Au manoir du « Collège ».

Le Collège
C’était d’un Apollon le temple solitaire
Le sculpteur qui nous fit celui
du Belvédère
L’aurait pris pour modèle ; il en avait les traits ;
Ce jeune helvétien (14) nous fit prendre le frais.
Au milieu d’un jardin, sous l’abri d’un feuillage,
Le goût avait orné son riant ermitage ;
Des rives du Leman il avait la fraîcheur ;
Nous en fîmes le tour.
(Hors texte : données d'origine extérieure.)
/// Mutual inductance (H) of a long uniform ring stack with the rings of `other` in any
/// position: each ring of `other` is the path of a line integral of the stack's vector
/// potential ([`stack_potential`]; the stack's partial last turn as a ring), so the cost
/// follows the other model's rings and a few dozen kernel calls per node, not the stack's
/// turn count. None when `stack` is not a stack of at least
/// [`crate::euler_maclaurin::MIN_RINGS`] turns.
fn mutual_stack_rings(stack: &RingModel, other: &RingModel, par: Par) -> Option<(f64, bool)> {
    let n_full = stack_len(stack);
    let pitch_m = stack.uniform_pitch_m?;
    if n_full < crate::euler_maclaurin::MIN_RINGS {
        return None;
    }
    let tail: Vec<(Circle, f64)> = circles(stack)[n_full..].to_vec();
    let scale = (stack.rings[0].radius_m * other.rings[0].radius_m).sqrt() * n_full as f64;
    let parts = map_indexed(other.rings.len(), par, |j| {
        let ring = &other.rings[j];
        let path = Circle {
            centre_m: ring.centre_m,
            axis: other.axis,
            radius_m: ring.radius_m,
        };
        let potential = |p: &nalgebra::Point3<f64>| -> nalgebra::Vector3<f64> {
            let mut a = stack_potential(stack, n_full, pitch_m, p);
            for (c, w) in &tail {
                a += crate::mutual::vector_potential_ring_point(c, p) * *w;
            }
            a
        };
        let r = crate::mutual::line_integral_ring(&path, potential, scale);
        (ring.weight * r.value, r.converged)
    });
    Some((parts.iter().map(|p| p.0).sum(), parts.iter().all(|p| p.1)))
}

/// Coaxial mutual inductance (H, both currents taken right-handed about one common axis) when one of the two
/// ring models is a long uniform stack: each ring of the other model against the stack's whole
/// turns by [`mutual_ring_stack_coaxial`] (Euler-Maclaurin where safe, else the direct sum),
/// plus the stack's partial last turn directly. None when neither model is such a stack.
fn mutual_coaxial_stack(ra: &RingModel, rb: &RingModel, par: Par) -> Option<f64> {
    // The longer stack is summed by the formula; the other model's rings are the targets.
    let (stack, other) = if stack_len(rb) >= stack_len(ra) {
        (rb, ra)
    } else {
        (ra, rb)
    };
    let pitch_m = stack.uniform_pitch_m?;
    let n_full = stack_len(stack);
    if n_full < crate::euler_maclaurin::MIN_RINGS {
        return None;
    }
    let stack_axis = stack.axis.as_ref();
    let radius_m = stack.rings[0].radius_m;
    let tail = &stack.rings[n_full..];
    Some(sum_indexed(other.rings.len(), par, |i| {
        let ring = &other.rings[i];
        // Axial position of the stack's base seen from this ring, along the stack's axis; M
        // is even in z, so the direction of the other axis does not enter.
        let z0_m = (stack.origin_m - ring.centre_m).dot(stack_axis);
        let (body, _) = mutual_ring_stack_coaxial(radius_m, ring.radius_m, z0_m, pitch_m, n_full);
        let rest: f64 = tail
            .iter()
            .map(|t| {
                t.weight
                    * mutual_ring_ring_coaxial(
                        t.radius_m,
                        ring.radius_m,
                        (t.centre_m - ring.centre_m).dot(stack_axis),
                    )
            })
            .sum();
        ring.weight * (body + rest)
    }))
}
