fn register_font() {
    static ONCE: Once = Once::new();
    ONCE.call_once(|| {
        // The bytes are a valid TrueType font shipped with the binary; a failure here is a
        // build mistake, reported when text is drawn.
        let _ = plotters::style::register_font(FONT_FAMILY, FontStyle::Normal, FONT);
    });
}

/// How values map to colours and contour levels are interpolated.
#[derive(Debug, Clone, Copy, PartialEq, Eq)]
pub enum Scale {
    /// log10 of the value; non-positive values have none.
    Log,
    /// The value itself.
    Linear,
}

impl Scale {
    /// The coordinate of `x` on this scale, NaN where it has none.
    fn of(self, x: f64) -> f64 {
        match self {
            Scale::Log if x > 0.0 => x.log10(),
            Scale::Log => f64::NAN,
            Scale::Linear => x,
        }
    }
}

/// A sampled scalar on a rectangular grid.
#[derive(Debug, Clone)]
pub struct HeatMap<'a> {
    /// Coordinates of the columns, increasing (m for a plane; a swept parameter's unit).
    pub u: &'a [f64],
    /// Coordinates of the rows, increasing.
    pub v: &'a [f64],
    /// Values, `u` fastest: `values[j * u.len() + i]`; NaN (or non-positive on a log scale)
    /// = no value.
    pub values: &'a [f64],
    /// Colour and contour scale.
    pub scale: Scale,
    /// The horizontal axis (the quantity of `u` and its SI unit).
    pub u_axis: Axis<'a>,
    /// The vertical axis (the quantity of `v` and its SI unit).
    pub v_axis: Axis<'a>,
    /// Title, with the quantity and its unit.
    pub title: &'a str,
    /// SI unit of the values (`"V/m"`, `"T"`, `"F"`; `""` for a pure number): the colour bar's
    /// ticks read in it with an SI prefix at any scale.
    pub unit: &'a str,
    /// Contour levels (same unit as `values`) with a short name for the legend.
    pub contours: &'a [(f64, String)],
}

/// An axis of a figure: the quantity shown and the unit of the values given (SI: `"m"`, `"H"`,
/// `"F"`; `""` for a pure number; a unit that takes no prefix, such as `"deg"` or `"turns"`,
/// is shown as it is).
#[derive(Debug, Clone, Copy)]
pub struct Axis<'a> {
    /// What the axis shows, e.g. `x` or `mutual.a.b`.
    pub name: &'a str,
    /// Unit of the values given.
    pub unit: &'a str,
}

impl<'a> Axis<'a> {
    /// A length axis (values in metres), as the field maps' plane axes are.
    pub fn metres(name: &'a str) -> Axis<'a> {
        Axis { name, unit: "m" }
    }
}

/// Units an axis reads with an SI prefix (the others, degrees or turns, as they are).
const PREFIXED_UNITS: [&str; 11] = ["m", "H", "F", "V/m", "T", "Hz", "V", "A", "s", "W", "A/m"];

/// How an axis reads: the factor dividing values in the axis's unit and the caption naming
/// the unit read. One rule for every axis, the SI prefix of the tables
/// ([`coilfield_solver::numtext::si_prefix`]) chosen for the largest magnitude on the axis: a
/// plane 0.02 m to 0.3 m across reads in mm, an inductance near 8e-5 H in µH, 2e-11 F in pF.
pub(crate) fn axis_reading(axis: Axis<'_>, lo: f64, hi: f64) -> (f64, String) {
    if axis.unit.is_empty() {
        return (1.0, axis.name.to_string());
    }
    if !PREFIXED_UNITS.contains(&axis.unit) {
        return (1.0, format!("{} ({})", axis.name, axis.unit));
    }
    let largest = [lo, hi]
        .into_iter()
        .filter(|x| x.is_finite())
        .fold(0.0f64, |m, x| m.max(x.abs()));
    let (scale, prefix) = coilfield_solver::numtext::si_prefix(largest, 3);
    (scale, format!("{} ({prefix}{})", axis.name, axis.unit))
}

/// One straight piece of a contour line, in plane coordinates (m).
pub type Segment = ((f64, f64), (f64, f64));

/// Marching squares: the pieces of the level line `level` of `values` on the grid.
/// Interpolates the values on `scale` along cell edges (log10 for fields, which vary by
/// decades); cells with a missing corner are skipped, so a line stops at a conductor instead of
/// crossing it.
pub fn contour_segments(
    u: &[f64],
    v: &[f64],
    values: &[f64],
    level: f64,
    scale: Scale,
) -> Vec<Segment> {
    let nu = u.len();
    let lg = |x: f64| scale.of(x);
    let l = lg(level);
    let mut out = Vec::new();
    if nu < 2 || v.len() < 2 || !l.is_finite() {
        return out;
    }
    for j in 0..v.len() - 1 {
        for i in 0..nu - 1 {
            // Corners counter-clockwise from (i, j).
            let c = [
                (u[i], v[j], lg(values[j * nu + i])),
                (u[i + 1], v[j], lg(values[j * nu + i + 1])),
                (u[i + 1], v[j + 1], lg(values[(j + 1) * nu + i + 1])),
                (u[i], v[j + 1], lg(values[(j + 1) * nu + i])),
            ];
            if c.iter().any(|p| !p.2.is_finite()) {
                continue;
            }
            let mut cuts = Vec::with_capacity(4);
            for k in 0..4 {
                let (a, b) = (c[k], c[(k + 1) % 4]);
                if (a.2 >= l) != (b.2 >= l) {
                    let t = (l - a.2) / (b.2 - a.2);
                    cuts.push((a.0 + t * (b.0 - a.0), a.1 + t * (b.1 - a.1)));
                }
            }
            // Two cuts: one piece; four (a saddle): pair neighbours, a choice that keeps lines
            // apart and is as good as any without a finer sample.
            for pair in cuts.chunks_exact(2) {
                out.push((pair[0], pair[1]));
            }
        }
    }
    out
}

/// Something drawn on a plotters drawing area of any backend.
pub trait Figure {
    /// Draw on `root`.
    fn draw_on<DB: DrawingBackend>(
        &self,
        root: &DrawingArea<DB, plotters::coord::Shift>,
    ) -> anyhow::Result<()>
    where
        DB::ErrorType: 'static;
}

impl Figure for HeatMap<'_> {
    fn draw_on<DB: DrawingBackend>(
        &self,
        root: &DrawingArea<DB, plotters::coord::Shift>,
    ) -> anyhow::Result<()>
    where
        DB::ErrorType: 'static,
    {
        draw(root, self)
    }
}

/// Size (pixels) of every figure.
const W: u32 = 900;
const H: u32 = 760;

/// Draw `figure` as SVG (`svg = true`) or PNG and return the bytes, so the caller can write
/// them atomically.
pub fn figure_bytes(figure: &impl Figure, svg: bool) -> anyhow::Result<Vec<u8>> {
    register_font();
    if svg {
        Ok(standalone_svg(figure)?.into_bytes())
    } else {
        let mut buf = vec![0u8; (W * H * 3) as usize];
        {
            let root = BitMapBackend::with_buffer(&mut buf, (W, H)).into_drawing_area();
            figure.draw_on(&root)?;
            root.present()
                .map_err(|e| anyhow::anyhow!("cannot draw the PNG: {e}"))?;
        }
        encode_png(&buf, W, H)
    }
}

/// [`figure_bytes`] of a heat map.
pub fn heat_map_bytes(map: &HeatMap<'_>, svg: bool) -> anyhow::Result<Vec<u8>> {
    figure_bytes(map, svg)
}

/// A curve y(x): a metric against one swept parameter.
#[derive(Debug, Clone)]
pub struct LinePlot<'a> {
    /// Abscissae, increasing.
    pub x: &'a [f64],
    /// Ordinates; NaN = no value (a gap in the line).
    pub y: &'a [f64],
    /// The abscissa's quantity and unit.
    pub x_axis: Axis<'a>,
    /// The ordinate's quantity and unit.
    pub y_axis: Axis<'a>,
    /// Title.
    pub title: &'a str,
}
Sur nos pas chaque fleur
Venait nous embaumer de charmilles de roses ;
Des massifs odorants, mille autres fleurs écloses
Semaient rivaliser pour parfumer les airs.
Les oiseaux dans leurs nids gazouillaient leurs concerts,
Et le dieux pastoral, armé de sa houlette,
Nous parut dans son parc Apollon chez Admée
Dans son temple du goût des arts sont ses amis.
Les Midas de nos jours n’y sont jamais admis.
(14)
Pierre de Jacquet de Saussure, homme de lettre, fut propriétaire du
« Collège » du 2 floréal an X au 9 juillet 1817. Il était originaire
de Genève d’une famille de botanistes dont l’un fit le premier, l’escalade du
Mont-Blanc le 21 juillet 1788.
Fatigués tous les deux d’un aussi long voyage,
Nous gagnâmes nos lits, et dans notre ermitage,
D’un sommeil bienfaisant, goûtâmes les douceurs.
J’allais me disposer à voyager ailleurs,
Quand il fallait partir de mon vieux presbytère
Pour aller à Paris suivre une autre carrière.
Je te fis mes adieux, beau lieu que j’ai chanté !
Je reviendrai passer quelques beaux jours d’été

Où l’Yvette se jette dans l’Orge
Si le sort qui souvent hélas ! Nous contrarie
N’exile pas mes jours dans une autre patrie ;
Je reverrai mon hôte avec l’empressement
De lui montrer sans feinte un cœur reconnaissant.
En traversant l’Yvette et ses vastes prairies,
Nous reprendrons le fil de nos vieilles folies.